Below is a listing. Quote from it, exactly, the lines from the one containing "user typed. */" down to the one containing "if (error instanceof AppError)", both ends included, and nothing else.
[Start of Attachment]
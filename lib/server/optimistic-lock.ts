import "server-only";
import { OptimisticLockError } from "sequelize";

/**
 * Runs a write on a versioned row (Sequelize `version: true`). When the version check finds that
 * someone saved first, the write changed nothing and the caller gets `stale()` — typically a 409
 * carrying the current values, read again from the primary — instead of Sequelize's error.
 */
export async function unlessStale<T>(write: () => Promise<T>, stale: () => Error | Promise<Error>): Promise<T> {
  try {
    return await write();
  } catch (error) {
    if (error instanceof OptimisticLockError) throw await stale();
    throw error;
  }
}
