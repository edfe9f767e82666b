// POST /api/parks/{parkSlug}/morning-check: the morning check, every marked trail in one transaction (staff of the park).
import { readJson } from "@/lib/server/api/body";
import { handler } from "@/lib/server/api/handler";
import { saveMorningCheck } from "@/lib/conditions/morning-check";
import { getParkBySlug } from "@/lib/parks/queries";

export const POST = handler<{ parkSlug: string }>(async ({ request, params, actor }) => {
  const park = await getParkBySlug(params.parkSlug);
  const result = await saveMorningCheck(actor, park, await readJson(request, 500_000));
  return Response.json(result, { status: 201 });
});
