import "server-only";
import { z } from "zod";
import { DEFAULT_DATABASE_URL } from "@/models/database-url";

/**
 * The environment, read and validated once. Defaults let `npm start` and `npm test`
 * run with no .env at all; scripts/start.sh exports the values it generates.
 */
/** The development fallback: refused in production (below), where a real secret must be set. */
const DEV_SECRET = "dev-only-secret-change-me-0123456789";

const envSchema = z.object({
  NODE_ENV: z.enum(["development", "production", "test"]).default("development"),
  DATABASE_URL: z.string().url().default(DEFAULT_DATABASE_URL),
  DATABASE_REPLICA_URLS: z.string().optional(),
  APP_URL: z.string().url().default("http://localhost:3000"),
  NEXTAUTH_SECRET: z.string().min(16).default(DEV_SECRET),
  TOKEN_SECRET: z.string().min(16).optional(),
  SMTP_URL: z.string().default("smtp://127.0.0.1:2525"),
  FAKE_SMTP_CONTROL_URL: z.string().url().optional(),
  MAIL_FROM: z.string().default("Loamcast <no-reply@loamcast.test>"),
  PHOTO_STORAGE: z.enum(["local", "s3"]).default("local"),
  PHOTO_STORAGE_DIR: z.string().min(1).default(".local/photos-dev"),
  S3_BUCKET: z.string().min(3).max(63).optional(),
  S3_REGION: z.string().min(1).default("us-east-1"),
  S3_ENDPOINT: z.string().url().optional(),
  S3_FORCE_PATH_STYLE: z.enum(["true", "false"]).default("false"),
  S3_ACCESS_KEY_ID: z.string().min(1).optional(),
  S3_SECRET_ACCESS_KEY: z.string().min(1).optional(),
  /** Web Push (RFC 8292): the application server's P-256 key pair, base64url, and a contact for push services. */
  VAPID_PUBLIC_KEY: z.string().regex(/^[A-Za-z0-9_-]{87}$/, "an uncompressed P-256 public key, base64url").optional(),
  VAPID_PRIVATE_KEY: z.string().regex(/^[A-Za-z0-9_-]{43}$/, "a P-256 private key, base64url").optional(),
  VAPID_SUBJECT: z.string().regex(/^(mailto:|https:)/, "a mailto: or https: contact").default("mailto:no-reply@loamcast.test"),
  /** The local fake push service (npm start and npm test run it); browsers' endpoints here may be plain http. */
  FAKE_PUSH_URL: z.string().url().optional(),
  MAP_STYLE_URL: z.string().url().optional(),
  /** Open-Meteo (https://api.open-meteo.com) or the local fake; unset: no weather is fetched. */
  WEATHER_URL: z.string().url().optional(),
  WEATHER_TIMEOUT_MS: z.coerce.number().int().min(100).max(60_000).default(8000),
  BCRYPT_COST: z.coerce.number().int().min(4).max(15).default(12),
  SECURE_COOKIES: z.enum(["true", "false"]).optional(),
  /** Reverse proxies in front of the app that append to X-Forwarded-For (0: the socket peer is the client). */
  TRUSTED_PROXY_HOPS: z.coerce.number().int().min(0).max(10).default(0),
}).refine((e) => e.PHOTO_STORAGE !== "s3" || e.S3_BUCKET, { message: "PHOTO_STORAGE=s3 needs S3_BUCKET", path: ["S3_BUCKET"] });

export type Env = z.infer<typeof envSchema>;

/** Production must not run with the development secret or none (anyone could forge a session). */
const productionSafe = envSchema.superRefine((value, ctx) => {
  if (value.NODE_ENV === "production" && value.NEXTAUTH_SECRET === DEV_SECRET) {
    ctx.addIssue({ code: "custom", path: ["NEXTAUTH_SECRET"], message: "set a secret of your own in production (see .env.example)" });
  }
});

let cached: Env | undefined;

export function env(): Env {
  if (!cached) {
    // An empty value counts as unset, so `NEXTAUTH_SECRET=` falls to the default and is refused in production.
    const present = Object.fromEntries(Object.entries(process.env).filter(([, v]) => v !== ""));
    const parsed = productionSafe.safeParse(present);
    if (!parsed.success) {
      const problems = parsed.error.issues.map((i) => `${i.path.join(".")}: ${i.message}`).join("; ");
      throw new Error(`Invalid environment: ${problems}`);
    }
    cached = parsed.data;
  }
  return cached;
}

/** Secret for our own signed tokens (invitations, unsubscribe links); falls back to the auth secret. */
export const tokenSecret = () => env().TOKEN_SECRET ?? env().NEXTAUTH_SECRET;

/** True while the app sends to the local fake SMTP server (the default for start and tests). */
export const usesFakeMail = () => Boolean(env().FAKE_SMTP_CONTROL_URL);
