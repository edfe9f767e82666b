import "server-only";
import { ZodError } from "zod";
import { isDatabaseUnavailable } from "@/lib/shared/db-errors";
import { AppError } from "@/lib/shared/errors";
import type { FormState } from "@/lib/shared/form-state";
import { requestLogger } from "./logger";

/**
 * What a server action answers when it refuses or fails: per-field messages for a refusal,
 * a generic message (and a log line with the request id) for anything unexpected.
 */
export async function formError(error: unknown, form?: FormData): Promise<FormState> {
  return { ...(await describeError(error)), values: form ? echoValues(form) : undefined };
}

/** Non-secret fields are sent back so a refused form keeps what the user typed. */
function echoValues(form: FormData): Record<string, string> {
  const values: Record<string, string> = {};
  for (const [key, value] of form.entries()) {
    if (typeof value === "string" && !/password|token|^\$/i.test(key)) values[key] = value.slice(0, 2000);
  }
  return values;
}

async function describeError(error: unknown): Promise<FormState> {
  if (error instanceof AppError) {
    return { ok: false, status: error.status, message: error.message, fieldErrors: error.field ? { [error.field]: error.message } : undefined };
  }
  if (error instanceof ZodError) {
    const fieldErrors: Record<string, string> = {};
    for (const issue of error.issues) fieldErrors[issue.path.join(".") || "form"] ??= issue.message;
    return { ok: false, status: 400, message: "Check the highlighted fields.", fieldErrors };
  }
  const log = await requestLogger();
  if (isDatabaseUnavailable(error)) {
    log.error({ reason: (error as Error).message, source: "action" }, "database unavailable");
    return { ok: false, message: "The service is briefly unavailable. Nothing was saved; try again in a moment." };
  }
  log.error({ err: error, source: "action" }, "unexpected error");
  return { ok: false, status: 500, message: "Something went wrong on our side. Nothing was saved." };
}
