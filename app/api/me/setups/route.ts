// GET /api/me/setups: the caller's setups. POST /api/me/setups: save a new one.
import { readJson } from "@/lib/server/api/body";
import { handler } from "@/lib/server/api/handler";
import { listSetups } from "@/lib/setups/setup-queries";
import { createSetup } from "@/lib/setups/setup-writes";

export const GET = handler(async ({ actor }) => Response.json({ setups: await listSetups(actor) }));

export const POST = handler(async ({ request, actor }) =>
  Response.json({ setup: await createSetup(actor, await readJson(request, 20_000)) }, { status: 201 }),
);
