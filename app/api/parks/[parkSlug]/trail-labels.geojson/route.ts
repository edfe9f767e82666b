// GET /api/parks/{parkSlug}/trail-labels.geojson: where the map writes each trail's name and status.
import { geoJsonResponse } from "@/lib/api/geojson-response";
import { handler } from "@/lib/api/handler";
import { parkTrailsGeoJson } from "@/lib/data/map";
import { getParkBySlug } from "@/lib/data/parks";
import { trailLabelPoints } from "@/lib/map/trail-labels";

export const dynamic = "force-dynamic";

export const GET = handler<{ parkSlug: string }>(async ({ request, params }) => {
  const park = await getParkBySlug(params.parkSlug);
  return geoJsonResponse(trailLabelPoints((await parkTrailsGeoJson(park)).collection), request);
});
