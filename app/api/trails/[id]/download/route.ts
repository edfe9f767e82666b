// GET /api/trails/{id}/download?format=gpx|geojson&version=N: the trail's file as an attachment (public).
import { handler } from "@/lib/server/api/handler";
import { trailDownload } from "@/lib/trails/download";
import { trailDownloadQuerySchema } from "@/lib/trails/pure/schemas";

export const GET = handler<{ id: string }>(async ({ request, params, actor }) => {
  const query = trailDownloadQuerySchema.parse(Object.fromEntries(new URL(request.url).searchParams));
  const file = await trailDownload(params.id, actor, query);
  return new Response(new Uint8Array(Buffer.from(file.body)), {
    headers: {
      "Content-Type": file.contentType,
      "Content-Disposition": `attachment; filename="${file.filename}"`,
      "X-Content-Type-Options": "nosniff",
      "Cache-Control": "no-store",
    },
  });
});
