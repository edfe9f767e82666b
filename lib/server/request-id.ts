import "server-only";

/** The header that carries one request's id from the proxy (or a load balancer) to every log line. */
export const REQUEST_ID_HEADER = "x-request-id";

// Ids from outside are kept only when short and plain, so they cannot forge or break a log line.
const ACCEPTABLE_ID = /^[A-Za-z0-9._:-]{8,128}$/;

/** The id a proxy in front of us set, or a new one. */
export function requestIdFrom(headers: Headers): string {
  const given = headers.get(REQUEST_ID_HEADER);
  return given && ACCEPTABLE_ID.test(given) ? given : crypto.randomUUID();
}
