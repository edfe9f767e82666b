import "server-only";
import { env } from "@/lib/server/env";

/**
 * Reads the environment as the server starts, so a production server with the development
 * NEXTAUTH_SECRET (or none) refuses to start instead of serving forgeable sessions.
 */
try {
  env();
} catch (error) {
  console.error(`✗ Loamcast cannot start: ${(error as Error).message}`);
  process.exit(1);
}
[End of Attachment]
### [EXERCISE SOLUTION]
/** Non-secret fields are sent back so a refused form keeps what the user typed. */
function echoValues(form: FormData): Record<string, string> {
  const values: Record<string, string> = {};
  for (const [key, value] of form.entries()) {
    if (typeof value === "string" && !/password|token|^\$/i.test(key)) values[key] = value.slice(0, 2000);
  }
  return values;
}

async function describeError(error: unknown): Promise<FormState> {
  if (error instanceof AppError) {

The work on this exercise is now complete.